The two questions every parent asked was “How long is my child going to live?” and “Is my child ever going to talk?” We always answer as honestly as we can. We tell them the age of the oldest child we currently know about  and inform them that the majority of children are not able to speak. Although it’s hard to talk to grieving parents, it is also very heartening. We want to be the resource that we wish had been available when Della was diagnosed. We started a very basic home-grown website and a Facebook group to try and connect other families to each other. Today in the group there are almost 200 families with a child with a clinical diagnosis of BRS. I look back and think about that first year when we had no one to talk to, and I never would have imagined that we would find this many children! The families in the group have absolutely become a dream come true for the newly diagnosed. They are welcoming, encouraging, and willing to share their stories. They offer advice, tips and tricks, validation, a listening ear, and truly celebrate the gains a child makes - no matter how small. We each know the work that goes into a child with BRS using a spoon or standing unassisted for a few seconds. 


As for Della, she started middle school this year. She was diagnosed with autism when she was 10 and had a feeding tube placed in her stomach that same year after she fell below a healthy weight. Della does eat by mouth, but most of her calories are taken through her tube. She started walking with a walker at 3 and independently at 6. She can’t run and she can’t walk long distances, but she gets around school and home just fine. She doesn’t speak but she uses gestures, youtube videos, and her speech device to communicate with us. She has some repetitive movements that many children with autism have. She also has poor eye contact but she loves to snuggle and hold hands (but only on her terms).

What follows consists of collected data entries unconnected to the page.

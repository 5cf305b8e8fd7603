"""Long energy grids of the continuum commands: fixed pieces, a progress bar, worker processes.

The energies of one call are cut into consecutive pieces of :data:`PIECE`
energies, whatever the number of workers, and each piece is one independent
computation (its own grids: the continuum solver chooses them from the
energies it is given).  So the rows are the same serially and on any number of
worker processes.  Progress is drawn with the sweeps' bar
(:class:`radsolve.analysis.sweeps.progress.Progress`).
"""

from __future__ import annotations

from radsolve.errors import InputError

#: Energies per piece of work (fixed, so that rows do not depend on the worker count).
PIECE = 512
#: Most worker processes.
WORKERS_MAX = 256


def validated_workers(workers) -> int:
    """``workers`` as a count >= 1 (None: 1, serial)."""
    if workers is None:
        return 1
    if isinstance(workers, bool) or not isinstance(workers, int) or not 1 <= workers <= WORKERS_MAX:
        raise InputError(f"workers must be a whole number from 1 to {WORKERS_MAX} (got {workers!r}); "
                         "1 runs in this process", parameter="workers")
    return int(workers)


def pieces(size: int) -> list[slice]:
    """Consecutive slices of at most :data:`PIECE` of ``size`` energies."""
    return [slice(i, min(i + PIECE, size)) for i in range(0, size, PIECE)]


def run_pieces(function, tasks: list, workers: int, progress: bool | None, what: str,
               weights: list[int] | None = None) -> list:
    """``[function(*task) for task in tasks]``, on ``workers`` processes when more than one.

    ``function`` must be a module-level function and the tasks picklable.  The
    bar counts ``weights`` (energies) per task.  Ctrl-C stops the workers and
    re-raises.
    """
    from radsolve.analysis.sweeps.progress import Progress

    weights = weights or [1] * len(tasks)
    bar = Progress(sum(weights), what, progress)
    out: list = [None] * len(tasks)
    done = 0
    try:
        if workers <= 1 or len(tasks) <= 1:
            for i, task in enumerate(tasks):
                out[i] = function(*task)
                done += weights[i]
                bar.update(done)
            return out
        from concurrent.futures import ProcessPoolExecutor, as_completed

        from radsolve.analysis.sweeps.backends import _ignore_sigint

        executor = ProcessPoolExecutor(max_workers=min(workers, len(tasks)), initializer=_ignore_sigint)
        try:
            futures = {executor.submit(function, *task): i for i, task in enumerate(tasks)}
            for future in as_completed(futures):
                i = futures[future]
                out[i] = future.result()
                done += weights[i]
                bar.update(done)
        except BaseException:
            executor.shutdown(wait=False, cancel_futures=True)
            raise
        executor.shutdown(wait=True)
        return out
    finally:
        bar.close()
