"""Units at the edges of radsolve: energies, lengths, masses, and their parsing.

Inside radsolve everything is in atomic units (hartree, bohr, electron masses,
ħ = 1).  This module converts to and from the units people type, and parses
strings such as ``"0.5angstrom"``, ``"3 eV"``, ``"2/angstrom"`` or
``"muon+proton"``.

Every constant comes from :mod:`scipy.constants` (CODATA).  scipy.constants is
imported lazily, on the first conversion, so that importing this module stays
cheap for the command line's start-up.
"""

from __future__ import annotations

import difflib
import math
import numbers
import re
import unicodedata
from dataclasses import dataclass
from functools import lru_cache

from radsolve.errors import InputError

#: Canonical energy unit names, in the order shown to users.
ENERGY_UNITS = ("hartree", "eV", "meV", "keV", "MeV", "rydberg", "cm-1")

#: Canonical length unit names, in the order shown to users.
LENGTH_UNITS = ("bohr", "angstrom", "nm", "pm", "fm")

#: Particles known to :func:`parse_mass`, in the order shown to users.
PARTICLES = (
    "electron", "positron", "muon", "antimuon", "tau", "proton", "neutron",
    "deuteron", "triton", "helion", "alpha",
)

#: The kinds of quantity :func:`parse_quantity` understands.
QUANTITY_KINDS = ("length", "energy", "inverse_length", "dimensionless")

# Aliases for energy units.  meV and MeV differ only in case, so those two
# (and only those two) are matched case-sensitively; every other name is also
# accepted in any case.
_ENERGY_ALIASES = {
    "hartree": "hartree", "Eh": "hartree", "Ha": "hartree", "au": "hartree",
    "eV": "eV", "meV": "meV", "keV": "keV", "MeV": "MeV",
    "rydberg": "rydberg", "Ry": "rydberg",
    "cm-1": "cm-1", "cm^-1": "cm-1",
}
_CASE_SENSITIVE_ENERGY = {"meV", "MeV"}

_LENGTH_ALIASES = {
    "bohr": "bohr", "a0": "bohr",
    "angstrom": "angstrom", "\u00c5": "angstrom",
    "nm": "nm", "pm": "pm", "fm": "fm",
}

# A decimal number, optionally signed, with an optional exponent.  The exponent
# group only matches when digits follow the "e", so "3eV" reads as 3 and "eV".
_NUMBER = r"[+-]?(?:\d+\.?\d*|\.\d+)(?:[eE][+-]?\d+)?"
_QUANTITY_RE = re.compile(rf"^\s*({_NUMBER})\s*(.*?)\s*$")


@lru_cache(maxsize=None)
def _energy_factors() -> dict[str, float]:
    """Hartree per unit for each canonical energy unit (CODATA via scipy)."""
    from scipy.constants import physical_constants as pc

    ev = pc["electron volt-hartree relationship"][0]
    return {
        "hartree": 1.0,
        "eV": ev,
        "meV": 1e-3 * ev,
        "keV": 1e3 * ev,
        "MeV": 1e6 * ev,
        "rydberg": pc["Rydberg constant times hc in J"][0] / pc["Hartree energy"][0],
        # 1 cm^-1 = 100 m^-1
        "cm-1": 100.0 * pc["inverse meter-hartree relationship"][0],
    }


@lru_cache(maxsize=None)
def _length_factors() -> dict[str, float]:
    """Bohr per unit for each canonical length unit (CODATA via scipy)."""
    from scipy.constants import angstrom, femto, nano, physical_constants, pico

    a0 = physical_constants["Bohr radius"][0]
    return {
        "bohr": 1.0,
        "angstrom": angstrom / a0,
        "nm": nano / a0,
        "pm": pico / a0,
        "fm": femto / a0,
    }


@lru_cache(maxsize=None)
def _particle_masses() -> dict[str, float]:
    """Mass of each known particle in electron masses (CODATA via scipy)."""
    from scipy.constants import physical_constants as pc

    def ratio(key: str) -> float:
        return pc[f"{key}-electron mass ratio"][0]

    return {
        "electron": 1.0,
        "positron": 1.0,
        "muon": ratio("muon"),
        "antimuon": ratio("muon"),
        "tau": ratio("tau"),
        "proton": ratio("proton"),
        "neutron": ratio("neutron"),
        "deuteron": ratio("deuteron"),
        "triton": ratio("triton"),
        "helion": ratio("helion"),
        "alpha": ratio("alpha particle"),
    }
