def channel_tail(potential, profile, mass: float, k_min: float, k_max: float, tol: float,
                 start: float) -> Tail:
    """The matching rule and radius of one channel; InputError when there is none.

    Confining potentials have no continuum; tails of 1/r**2 or of a power
    between 1 and 2 (or none recognizable) have no matching rule here.
    """
    tail = profile.tail
    if profile.confining:
        raise InputError("the potential confines (V -> inf as r -> inf): there is no continuum, every "
                         "level is bound; continuum quantities need a potential with a limit at infinity",
                         parameter="potential")
    if tail.kind == "short":
        coefficient = 0.0
        kind = "short"
    elif tail.coulomb:
        coefficient = float(tail.coefficient)
        kind = "coulomb"
    elif tail.kind == "inverse_square":
        raise InputError(f"V - V(inf) falls off like {tail.coefficient:.4g}/r**2: the phase shift of an "
                         "inverse-square tail needs Bessel functions of non-integer order, not implemented; "
                         "allowed: tails faster than 1/r**2 (matched to free waves) or exactly C/r "
                         "(matched to Coulomb waves)", parameter="potential")
    elif tail.kind == "long":
        raise InputError(f"V - V(inf) falls off like r**-{tail.power:.3g}, more slowly than 1/r**2 but not as "
                         "1/r: no matching rule (allowed: tails faster than 1/r**2, or exactly C/r)",
                         parameter="potential")
    else:
        raise InputError("V - V(inf) has no recognizable law at large r (it oscillates or changes sign "
                         "far out): the phase shift cannot be matched to free waves", parameter="potential")
    r = probing.PROBE_RADII
    with np.errstate(all="ignore"):
        rest = np.abs(probing._raw(potential, r) - profile.v_infinity - coefficient / r)
    rest = np.where(np.isfinite(rest), rest, np.inf)
    # |change of delta| from V beyond R <= 2 m int_R^inf |V| J(kr)**2 / k dr, |J(x)| <= min(1, x):
    # the weight max over the energies of min(1/k, k r**2).
    weight = np.where(r * k_max <= 1.0, k_max * r**2, np.where(r * k_min >= 1.0, 1.0 / k_min, r))
    with np.errstate(all="ignore"):
        f = 2.0 * mass * rest * weight * r  # integrand in ln r
    f = np.where(np.isfinite(f), f, np.inf)
    dlog = math.log(r[1] / r[0])
    seg = 0.5 * (f[1:] + f[:-1]) * dlog
    beyond = np.concatenate((np.cumsum(seg[::-1])[::-1], [0.0]))
    ok = np.nonzero((beyond <= TAIL_SHARE * tol) & (r > start))[0]
    lowest = max(start * 4.0, 2.0 * max(profile.breakpoints, default=0.0))
    if math.isfinite(profile.inner_length):
        lowest = max(lowest, 4.0 * profile.inner_length)
    largest = LARGEST_MATCH * (profile.inner_length if math.isfinite(profile.inner_length) else start)
    limited = False
    if ok.size:
        radius = max(float(r[ok[0]]), lowest)
    else:
        radius = largest
        limited = True
    if radius > largest:
        radius, limited = largest, True
    return Tail(kind, coefficient, radius, limited)


def _riccati(L: float, x: np.ndarray):
    """(J, Y) = (x j_L(x), x y_L(x)) from scipy.special; for a half-integer L (even
    dimensions) sqrt(pi x / 2) (J_{L+1/2}(x), Y_{L+1/2}(x)), the same functions of any order."""
    if abs(L - round(L)) < 1e-12:
        from scipy.special import spherical_jn, spherical_yn

        Lint = int(round(L))
        return x * spherical_jn(Lint, x), x * spherical_yn(Lint, x)
    from scipy.special import jv, yv

    scale = np.sqrt(0.5 * math.pi * x)
    return scale * jv(L + 0.5, x), scale * yv(L + 0.5, x)


def _coulomb(L: int, eta: np.ndarray, x: np.ndarray):
    """(J, Y) = (F_L(eta, x), -G_L(eta, x)): Steed's continued fractions, mpmath where they do not serve.

    scipy has no Coulomb wave functions.  :func:`coulomb_waves` evaluates them for
    all points at once; the points it cannot settle (below the turning point, or a
    branch of the phase that the WKB reference does not fix) go to mpmath.
    """
    x = np.asarray(x, dtype=float)
    eta = np.broadcast_to(np.asarray(eta, dtype=float), x.shape)
    # Steed's first fraction needs about rho terms
    F, G, ok = coulomb_waves(L, eta, x, iterations=max(4000, int(2.0 * float(np.max(x, initial=0.0))) + 200))
    for i in np.nonzero(~ok.ravel())[0]:
        f, g = _coulomb_fg_mpmath(L, eta.flat[i], x.flat[i])
        F.flat[i], G.flat[i] = f.real, g.real  # NaN where mpmath fails: the phase is then not converged, said so
    return F, -G


def _coulomb_fg_mpmath(L: int, eta, rho) -> tuple[complex, complex]:
    """(F_L, G_L) at real or complex eta and rho by mpmath (its hypergeometric forms continue
    analytically), 20 digits; NaNs where mpmath's series do not converge."""
    import mpmath

    with mpmath.workdps(20):
        try:
            return (complex(mpmath.coulombf(L, eta, rho, maxterms=10**6)),
                    complex(mpmath.coulombg(L, eta, rho, maxterms=10**6)))
        except (mpmath.libmp.NoConvergence, ZeroDivisionError, ValueError):
            return complex(math.nan, math.nan), complex(math.nan, math.nan)


def coulomb_waves(L: int, eta: np.ndarray, rho: np.ndarray, iterations: int = 4000):
    """F_L(eta, rho), G_L(eta, rho) by Steed's method, and where the result is trusted.

    CF1 gives F'/F (A&S 14.2 recurrences as a continued fraction), CF2 gives
    (G' + iF')/(G + iF) = p + iq (Thompson and Barnett, J. Comput. Phys. 64, 490,
    1986), both summed by the modified Lentz method; the Wronskian F'G - FG' = 1
    then gives M = sqrt(F**2 + G**2) = 1/sqrt(q) and G/F.  The signs come from the
    phase theta (F = M sin(theta), G = M cos(theta)) taken on the branch nearest
    the WKB phase; points where that is not clear by a margin, where CF2 did not
    converge, or below 0.7 of the turning point are marked untrusted.
    """
    with np.errstate(all="ignore"):  # overflow far below the turning point: those points are marked untrusted
        return _steed(L, np.asarray(eta, dtype=float), np.asarray(rho, dtype=float), iterations)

Della is her own woman! She can’t speak but she certainly gets her point across when she needs to. She recently asked for pink highlights in her hair and of course we obliged. She listens to the Beach Boys Pet Sounds album as well as Katy Perry’s “Firework” and a Daft Punk remix dozens of times a day. She likes to boss the boys around at school but never gets after the girls in her class. She high fives her bus driver every morning and asks for a chocolate frosty every afternoon. She hates going to church and loves going to the movies. When her caregiver got a tattoo, Della made us put temporary tattoos all over her body so she could match. She also asks us to buy her a Ford truck almost every day. We enjoy seeing her personality emerge, even if she is a moody tween.